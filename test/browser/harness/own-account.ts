import { openDatabase } from '../../../server/db/client';
import { insertThing } from '../../../server/db/kept-thing-store';
import { newId } from '../../../server/db/new-id';
import {
  foodRevisions,
  foods,
  laminateRevisions,
  laminates,
  materialRevisions,
  materials,
  packRevisions,
  packs,
  routeRevisions,
  routes,
} from '../../../server/db/schema';
import { insertAccount, insertMembership, insertPerson } from '../../../server/db/seed/people-builders';
import { aFilm, aFood, aLaminate, aPack, aRoute } from '../../../server/db/seed/spec-builders';
import { hashPassword } from '../../../server/modules/session/hash-password';
import type { RunningProduct } from '../../harness/running-product';

export interface OwnPerson {
  email: string;
  password: string;
}

export interface OwnAccount {
  id: string;
  /** '/a/<slug>' */
  basePath: string;
  engineers: OwnPerson[];
}

const PASSWORD = 'a journey of one thousand steps';

/** A new account, empty but for its engineers, so that no journey stands on another's ground. */
export async function insertOwnAccount(
  { database }: RunningProduct,
  { engineers }: { engineers: number },
): Promise<OwnAccount> {
  const { db, close } = openDatabase(database.url);
  try {
    const slug = `journey-${newId()}`;
    const id = await insertAccount(db, { slug, name: 'Journey kitchen' });
    const passwordHash = await hashPassword(PASSWORD);
    const people: OwnPerson[] = [];
    for (let number = 1; number <= engineers; number += 1) {
      const email = `engineer-${number}-${newId()}@journey.example`;
      const userId = await insertPerson(db, { passwordHash, email, name: `Engineer ${number}` });
      await insertMembership(db, { accountId: id, userId, roles: ['engineer'] });
      people.push({ email, password: PASSWORD });
    }
    return { id, basePath: `/a/${slug}`, engineers: people };
  } finally {
    await close();
  }
}

export interface Stock {
  /** Of 'A wall', two layers of 'A film'. */
  laminateId: string;
}

/** One of everything that a study asks for, under the default names of the spec builders. */
export async function insertStock({ database }: RunningProduct, accountId: string): Promise<Stock> {
  const { db, close } = openDatabase(database.url);
  try {
    return await db.transaction(async (tx) => {
      const whose = { accountId, createdBy: null };
      const film = { ...whose, spec: aFilm() };
      const material = await insertThing(tx, { things: materials, revisions: materialRevisions }, film);
      const layer = { id: material.id, revisionId: material.revision.id };
      const wall = { ...whose, spec: aLaminate([layer, layer]) };
      const laminate = await insertThing(tx, { things: laminates, revisions: laminateRevisions }, wall);
      await insertThing(tx, { things: packs, revisions: packRevisions }, { ...whose, spec: aPack() });
      await insertThing(tx, { things: foods, revisions: foodRevisions }, { ...whose, spec: aFood() });
      await insertThing(tx, { things: routes, revisions: routeRevisions }, { ...whose, spec: aRoute() });
      return { laminateId: laminate.id };
    });
  } finally {
    await close();
  }
}
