import { useQuery } from '@tanstack/react-query';
import type { KeptThing } from '../../../shared/contract/kept-things';
import type { PackSpec } from '../../../shared/contract/packs';
import { specDifferences } from '../../api/kept-forms/spec-differences';
import { fieldUnit } from '../../api/kept-forms/typed-quantity';
import { keptThingsQueries } from '../../api/kept-things-queries';
import { specFieldName, useKeptThingForm } from '../../api/kept-forms/use-kept-thing-form';
import { hasRole, useAccount, useFormDraft, useUnitSystem } from '../../session';
import { Form, FormCheckbox, FormChoice, FormField, FormNumberField, FormSelect, Sheet } from '../../ui';
import { FieldGrid } from '../../ui/field-grid';
import { FormDraft } from '../../ui/form/form-draft';
import { FormSaving } from '../../ui/form/form-saving';
import { ReadingOnly } from '../../ui/form/reading-only';
import { PackMeasures } from './components/pack-measures';
import {
  NEW_PACK,
  packFormValues,
  packSpecFrom,
  validatePackForm,
  type PackFormValues,
} from './pack-form-values';

export interface PackFormProps {
  /** Null for a new pack. */
  opened: KeptThing<PackSpec> | null;
  returnTo: string | undefined;
  /** Fills the form anew from the state that won a lost race. */
  onTheirsTaken: () => void;
}

export function PackForm({ opened, returnTo, onTheirsTaken }: PackFormProps) {
  const account = useAccount();
  const unitSystem = useUnitSystem();
  const context = { unitSystem, before: opened?.revision.spec ?? NEW_PACK };
  const draft = useFormDraft(`packs/${opened?.id ?? 'new'}`, {
    values: packFormValues(context.before, unitSystem),
    baseRevisionId: opened?.revision.id ?? null,
  });
  const canSave = hasRole(account, ['engineer']);
  const keeping = useKeptThingForm({
    accountId: account.id,
    basePath: account.basePath,
    collection: 'packs',
    opened,
    returnTo,
    draft,
  });
  const toSpec = (values: PackFormValues) => packSpecFrom(values, context);
  const { conflict } = keeping;
  return (
    <Form<PackFormValues>
      label="Pack"
      initialValues={draft.start}
      validate={validatePackForm(context)}
      toFieldName={specFieldName}
      onSubmit={(values) => keeping.submit(toSpec(values))}
    >
      {({ values }) => (
        <>
          {canSave ? (
            <FormDraft
              isRestored={draft.isRestored}
              isNew={opened === null}
              fresh={draft.fresh}
              onChange={(values: PackFormValues) => draft.keep(values, keeping.baseRevisionId())}
              onDropped={draft.clear}
            />
          ) : (
            <ReadingOnly what="packs" hasFields />
          )}
          <Sheet title="Pack">
            <FormField name="name" label="Name" />
            <FormChoice
              name="form.type"
              label="Described by"
              options={[
                { value: 'pouch', label: 'Pouch dimensions' },
                { value: 'area', label: 'An area' },
                { value: 'tray', label: 'Tray and lid' },
              ]}
            />
            {values.form.type === 'pouch' ? <PouchFields /> : null}
            {values.form.type === 'area' ? <AreaField /> : null}
            {values.form.type === 'tray' ? <TrayFields /> : null}
          </Sheet>
          {values.form.type === 'pouch' ? (
            <Sheet title="Outline">
              <PackMeasures before={context.before} />
            </Sheet>
          ) : null}
          <HeadspaceFields />
          <LeakFields hasLeaks={values.has_leaks} isPouch={values.form.type === 'pouch'} />
          <FormSaving<PackFormValues>
            submitLabel={opened === null ? 'Save pack' : 'Save as a new revision'}
            canSave={canSave}
            said={keeping.said}
            fault={keeping.fault}
            conflict={
              conflict === null
                ? null
                : {
                    what: 'This pack',
                    asNewLabel: 'Save mine as a new pack',
                    isBusy: keeping.isSaving,
                    differences: (mine) => specDifferences(toSpec(mine), conflict.revision.spec),
                    onKeepMine: (mine) => keeping.keepMine(toSpec(mine)),
                    onSaveAsNew: (mine) => keeping.saveAsNew(toSpec(mine)),
                    onTakeTheirs: () => {
                      keeping.takeTheirs();
                      onTheirsTaken();
                    },
                  }
            }
          />
        </>
      )}
    </Form>
  );
}

const POUCH_FIELDS = [
  { name: 'form.width_mm', label: 'Width' },
  { name: 'form.height_mm', label: 'Height' },
  { name: 'form.seal_left_mm', label: 'Left seal' },
  { name: 'form.seal_right_mm', label: 'Right seal' },
  { name: 'form.seal_top_mm', label: 'Top seal' },
  { name: 'form.seal_bottom_mm', label: 'Bottom seal' },
  { name: 'form.gusset_depth_mm', label: 'Gusset, folded depth' },
];

function PouchFields() {
  const unitSystem = useUnitSystem();
  return (
    <FieldGrid>
      {POUCH_FIELDS.map(({ name, label }) => (
        <FormNumberField key={name} name={name} label={label} unit={fieldUnit('length_mm', unitSystem)} />
      ))}
    </FieldGrid>
  );
}

function AreaField() {
  const unitSystem = useUnitSystem();
  return <FormNumberField name="form.area_m2" label="Area" unit={fieldUnit('area_m2', unitSystem)} />;
}

function TrayFields() {
  const account = useAccount();
  const unitSystem = useUnitSystem();
  const walls = useQuery(keptThingsQueries(account.id, 'laminates').all());
  const options = (walls.data ?? []).map(({ id, revision }) => ({ value: id, label: revision.spec.name }));
  return (
    <>
      <FormSelect
        name="form.tray_laminate_id"
        label="Wall of the tray"
        options={[{ value: '', label: 'Choose a wall' }, ...options]}
        hint="The walls of a study are tried as the lid."
      />
      <FieldGrid>
        <FormNumberField name="form.tray_area_m2" label="Tray area" unit={fieldUnit('area_m2', unitSystem)} />
        <FormNumberField name="form.lid_area_m2" label="Lid area" unit={fieldUnit('area_m2', unitSystem)} />
      </FieldGrid>
    </>
  );
}

function HeadspaceFields() {
  const unitSystem = useUnitSystem();
  return (
    <Sheet title="Inside" subtitle="The gas over the food when the pack is closed.">
      <FieldGrid>
        <FormNumberField name="headspace_cm3" label="Headspace" unit={fieldUnit('volume_cm3', unitSystem)} />
        <FormNumberField
          name="starting_headspace_oxygen_percent"
          label="Oxygen in it at the start"
          unit="%"
          hint="20.9 for air, 0.5 to 2 after flushing with nitrogen."
        />
      </FieldGrid>
    </Sheet>
  );
}

function LeakFields({ hasLeaks, isPouch }: { hasLeaks: boolean; isPouch: boolean }) {
  const unitSystem = useUnitSystem();
  return (
    <Sheet title="Seals and leaks" subtitle="What goes round the wall instead of through it.">
      {isPouch ? (
        <FormCheckbox
          name="has_seal_path"
          label="Count what creeps through the seal"
          hint="Edgewise through both sealant layers, over the width of the seal."
        />
      ) : null}
      <FormCheckbox
        name="has_leaks"
        label="Leak channels"
        hint="Folds or grains in the seal that never quite close."
      />
      {hasLeaks ? (
        <FieldGrid>
          <FormNumberField name="leaks.count" label="How many" />
          <FormNumberField name="leaks.length_mm" label="Length" unit={fieldUnit('length_mm', unitSystem)} />
          <FormNumberField name="leaks.diameter_um" label="Diameter" unit="µm" />
        </FieldGrid>
      ) : null}
    </Sheet>
  );
}
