import { mkdirSync } from 'node:fs';
import path from 'node:path';
import { chromium, type Browser, type BrowserContextOptions, type Locator, type Page } from 'playwright-core';
import { expect, onTestFailed } from 'vitest';
import { ROOT } from '../../harness/source-files';
import { collectPageFaults, type PageFaults } from './page-faults';

export { expectNoAxeViolations } from './axe';

const CHROMIUM = '/usr/bin/chromium';
const FLAGS = [
  '--no-sandbox',
  '--disable-gpu',
  '--disable-quic',
  '--disable-background-networking',
  '--disable-component-update',
  '--disable-sync',
  '--disable-dev-shm-usage',
];
const ACTION_TIMEOUT_MS = 15_000;

export type Device = 'phone' | 'wide';

export const DEVICES = {
  phone: { viewport: { width: 390, height: 844 }, hasTouch: true, isMobile: true, deviceScaleFactor: 2 },
  wide: { viewport: { width: 1280, height: 800 }, hasTouch: false, isMobile: false, deviceScaleFactor: 1 },
} as const satisfies Record<Device, BrowserContextOptions>;

export interface JourneyPage {
  page: Page;
  faults: PageFaults;
  /** With a finger where the device has a touch screen, with the mouse elsewhere. */
  press: (target: Locator) => Promise<void>;
  /** Closes the page; fails when anything went wrong on it that no journey allowed. */
  close: () => Promise<void>;
}

export interface JourneyBrowser {
  /** A page with no history, no cookies and no storage. */
  openPage: (device: Device, options?: BrowserContextOptions) => Promise<JourneyPage>;
  close: () => Promise<void>;
}

/** Headless Chromium from Debian with a profile of its own that goes when it closes. */
export async function launchBrowser(address: string): Promise<JourneyBrowser> {
  const browser = await chromium.launch({ executablePath: CHROMIUM, args: FLAGS, headless: true });
  return {
    openPage: (device, options) => openPage(browser, { ...DEVICES[device], baseURL: address, ...options }),
    close: () => browser.close(),
  };
}

async function openPage(browser: Browser, options: BrowserContextOptions): Promise<JourneyPage> {
  const context = await browser.newContext({ locale: 'en-GB', timezoneId: 'UTC', ...options });
  const page = await context.newPage();
  page.setDefaultTimeout(ACTION_TIMEOUT_MS);
  const faults = collectPageFaults(page);
  const close = async () => {
    await context.close();
    expect(faults.list(), 'faults on the page').toEqual([]);
  };
  onTestFailed(async ({ task }) => {
    if (page.isClosed()) return;
    // What went wrong on the page is most often why the journey found no way on.
    for (const fault of faults.list()) process.stderr.write(`${fault}\n`);
    await screenshot(page, `failed-${task.id}`);
    await context.close();
  });
  const press = (target: Locator) => (options.hasTouch === true ? target.tap() : target.click());
  return { page, faults, press, close };
}

/**
 * The whole page, kept in test-results/screenshots after the run for people to look at. The window is made as high as
 * the page meanwhile: a bar that stays in sight would otherwise stand in its middle.
 */
export async function screenshot(page: Page, name: string): Promise<void> {
  const folder = path.join(ROOT, 'test-results', 'screenshots');
  mkdirSync(folder, { recursive: true });
  const before = page.viewportSize();
  const height = await page.evaluate(() => document.documentElement.scrollHeight);
  if (before !== null)
    await page.setViewportSize({ width: before.width, height: Math.max(before.height, height) });
  await page.screenshot({ path: path.join(folder, `${name}.png`), animations: 'disabled' });
  if (before !== null) await page.setViewportSize(before);
}
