import { Path, Rect } from 'react-native-svg';
import { useTheme } from '../ui';
import { hatchMarks } from '../../shared/charts/hatching';
import type { ChartRect, Hatch } from '../../shared/charts/hatching';

export interface HatchedRectProps {
  rect: ChartRect;
  hatch: Hatch;
  /** Below 1 for cards. */
  scale?: number;
}

/** One layer's cut face: outline and hatch in ink. */
export function HatchedRect({ rect, hatch, scale = 1 }: HatchedRectProps) {
  const { colors } = useTheme();
  const marks = hatchMarks(hatch, rect, scale);
  const fill = { none: colors.sheet, ink: colors.ink, second: colors.inkThird, tint: colors.lineFaint }[
    marks.fill
  ];
  return (
    <>
      <Rect {...rect} fill={fill} />
      {marks.lines === '' ? null : <Path d={marks.lines} stroke={colors.ink} strokeWidth={0.8} fill="none" />}
      {marks.dots === '' ? null : <Path d={marks.dots} fill={colors.ink} />}
      <Rect {...rect} fill="none" stroke={colors.ink} strokeWidth={1} />
    </>
  );
}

══════════

◆ **WHAT THE EXERCISE ASKS**
Using the listing above, show each line with the word "collectPageFaults" in it.

◆ **TASK OUTPUT**
import { collectPageFaults, type PageFaults } from './page-faults';
  const faults = collectPageFaults(page);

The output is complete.